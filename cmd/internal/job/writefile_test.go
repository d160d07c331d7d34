//go:build unix

package job

import (
	"errors"
	"io"
	"os"
	"path/filepath"
	"syscall"
	"testing"

	"github.com/stretchr/testify/require"
)

func TestWriteFile(t *testing.T) {
	dir := t.TempDir()
	env := &Env{Out: io.Discard}
	hello := func(w io.Writer) error { _, err := io.WriteString(w, "hello"); return err }
	read := func(path string) string {
		b, err := os.ReadFile(path)
		require.NoError(t, err)
		return string(b)
	}
	plain := filepath.Join(dir, "plain")
	require.NoError(t, os.WriteFile(plain, []byte("old"), 0o600))

	// A folder that is not there is said, not the file that would have been beside it.
	err := env.WriteFile(filepath.Join(dir, "absent", "x"), hello)
	require.ErrorContains(t, err, "there is no folder "+filepath.Join(dir, "absent"))
	require.NotContains(t, err.Error(), ".gatesill-")

	// A job that fails leaves the old file and nothing else.
	require.Error(t, env.WriteFile(plain, func(w io.Writer) error { hello(w); return errors.New("no") }))
	require.Equal(t, "old", read(plain))
	entries, err := os.ReadDir(dir)
	require.NoError(t, err)
	require.Len(t, entries, 1)

	// The mode stays, and a link is followed.
	link := filepath.Join(dir, "link")
	require.NoError(t, os.Symlink(plain, link))
	require.NoError(t, env.WriteFile(link, hello))
	require.Equal(t, "hello", read(plain))
	st, err := os.Lstat(link)
	require.NoError(t, err)
	require.NotZero(t, st.Mode()&os.ModeSymlink)
	st, err = os.Stat(plain)
	require.NoError(t, err)
	require.Equal(t, os.FileMode(0o600), st.Mode().Perm())

	// A pipe stays a pipe and gets the bytes.
	pipe := filepath.Join(dir, "pipe")
	require.NoError(t, syscall.Mkfifo(pipe, 0o600))
	got := make(chan string)
	go func() {
		b, _ := os.ReadFile(pipe)
		got <- string(b)
	}()
	require.NoError(t, env.WriteFile(pipe, hello))
	require.Equal(t, "hello", <-got)
	st, err = os.Stat(pipe)
	require.NoError(t, err)
	require.NotZero(t, st.Mode()&os.ModeNamedPipe)

	require.Error(t, env.WriteFile(dir, hello))
	require.Error(t, env.WriteFile(filepath.Join(dir, "no", "such"), hello))
}
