package job

import (
	"fmt"
	"sync"
	"time"

	"github.com/vbauerster/mpb/v8"
	"github.com/vbauerster/mpb/v8/decor"
)

// progress shows how far a long job is: a bar on a terminal after half a
// second, nothing elsewhere but a line every ten seconds.
type progress struct {
	env   *Env
	name  string
	start time.Time
	mu    sync.Mutex
	last  time.Time
	bars  *mpb.Progress
	bar   *mpb.Bar
}

func newProgress(env *Env, name string) *progress {
	now := time.Now()
	return &progress{env: env, name: name, start: now, last: now}
}

// At tells that done of total bytes are through.
func (p *progress) At(done, total int64) {
	if p.env.Quiet || total <= 0 {
		return
	}
	p.mu.Lock()
	defer p.mu.Unlock()
	switch {
	case !p.env.Progress:
		if time.Since(p.last) > 10*time.Second {
			p.last = time.Now()
			fmt.Fprintf(p.env.Err, "%s: %d %%\n", p.name, 100*done/total)
		}
	case p.bar == nil:
		if time.Since(p.start) < 500*time.Millisecond {
			return
		}
		p.bars = mpb.New(mpb.WithOutput(p.env.Err), mpb.WithWidth(40))
		p.bar = p.bars.AddBar(total, mpb.BarRemoveOnComplete(), mpb.PrependDecorators(decor.Name(p.name+" ")), mpb.AppendDecorators(decor.Percentage()))
		fallthrough
	default:
		p.bar.SetCurrent(done)
	}
}

// Done takes the bar away.
func (p *progress) Done() {
	p.mu.Lock()
	defer p.mu.Unlock()
	if p.bar != nil {
		p.bar.Abort(true)
		p.bars.Wait()
		p.bar = nil
	}
}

BRIEF >>
From the first line to the last, set down every record exactly as written above.

EXERCISE SOLUTION >>
filename cmd/internal/job/writefile_test.go
repository d160d07c331d7d34
//go:build unix

package job

import (
	"errors"
	"io"
	"os"
	"path/filepath"
	"syscall"
	"testing"

	"github.com/stretchr/testify/require"
)

func TestWriteFile(t *testing.T) {
	dir := t.TempDir()
	env := &Env{Out: io.Discard}
	hello := func(w io.Writer) error { _, err := io.WriteString(w, "hello"); return err }
	read := func(path string) string {
		b, err := os.ReadFile(path)
		require.NoError(t, err)
		return string(b)
	}
	plain := filepath.Join(dir, "plain")
	require.NoError(t, os.WriteFile(plain, []byte("old"), 0o600))

	// A folder that is not there is said, not the file that would have been beside it.
	err := env.WriteFile(filepath.Join(dir, "absent", "x"), hello)
	require.ErrorContains(t, err, "there is no folder "+filepath.Join(dir, "absent"))
	require.NotContains(t, err.Error(), ".gatesill-")

	// A job that fails leaves the old file and nothing else.
	require.Error(t, env.WriteFile(plain, func(w io.Writer) error { hello(w); return errors.New("no") }))
	require.Equal(t, "old", read(plain))
	entries, err := os.ReadDir(dir)
	require.NoError(t, err)
	require.Len(t, entries, 1)

	// The mode stays, and a link is followed.
	link := filepath.Join(dir, "link")
	require.NoError(t, os.Symlink(plain, link))
	require.NoError(t, env.WriteFile(link, hello))
	require.Equal(t, "hello", read(plain))
	st, err := os.Lstat(link)
	require.NoError(t, err)
	require.NotZero(t, st.Mode()&os.ModeSymlink)
	st, err = os.Stat(plain)
	require.NoError(t, err)
	require.Equal(t, os.FileMode(0o600), st.Mode().Perm())

	// A pipe stays a pipe and gets the bytes.
	pipe := filepath.Join(dir, "pipe")
	require.NoError(t, syscall.Mkfifo(pipe, 0o600))
	got := make(chan string)
	go func() {
		b, _ := os.ReadFile(pipe)
		got <- string(b)
	}()
	require.NoError(t, env.WriteFile(pipe, hello))
	require.Equal(t, "hello", <-got)
	st, err = os.Stat(pipe)
	require.NoError(t, err)
	require.NotZero(t, st.Mode()&os.ModeNamedPipe)

	require.Error(t, env.WriteFile(dir, hello))
	require.Error(t, env.WriteFile(filepath.Join(dir, "no", "such"), hello))
}
package job

import (
	"fmt"
	"sync"
	"time"

	"github.com/vbauerster/mpb/v8"
	"github.com/vbauerster/mpb/v8/decor"
)

// progress shows how far a long job is: a bar on a terminal after half a
// second, nothing elsewhere but a line every ten seconds.
type progress struct {
	env   *Env
	name  string
	start time.Time
	mu    sync.Mutex
	last  time.Time
	bars  *mpb.Progress
	bar   *mpb.Bar
}

func newProgress(env *Env, name string) *progress {
	now := time.Now()
	return &progress{env: env, name: name, start: now, last: now}
}

// At tells that done of total bytes are through.
func (p *progress) At(done, total int64) {
	if p.env.Quiet || total <= 0 {
		return
	}
	p.mu.Lock()
	defer p.mu.Unlock()
	switch {
	case !p.env.Progress:
		if time.Since(p.last) > 10*time.Second {
			p.last = time.Now()
			fmt.Fprintf(p.env.Err, "%s: %d %%\n", p.name, 100*done/total)
		}
	case p.bar == nil:
		if time.Since(p.start) < 500*time.Millisecond {
			return
		}
		p.bars = mpb.New(mpb.WithOutput(p.env.Err), mpb.WithWidth(40))
		p.bar = p.bars.AddBar(total, mpb.BarRemoveOnComplete(), mpb.PrependDecorators(decor.Name(p.name+" ")), mpb.AppendDecorators(decor.Percentage()))
		fallthrough
	default:
		p.bar.SetCurrent(done)
	}
}

// Done takes the bar away.
func (p *progress) Done() {
	p.mu.Lock()
	defer p.mu.Unlock()
	if p.bar != nil {
		p.bar.Abort(true)
		p.bars.Wait()
		p.bar = nil
	}
}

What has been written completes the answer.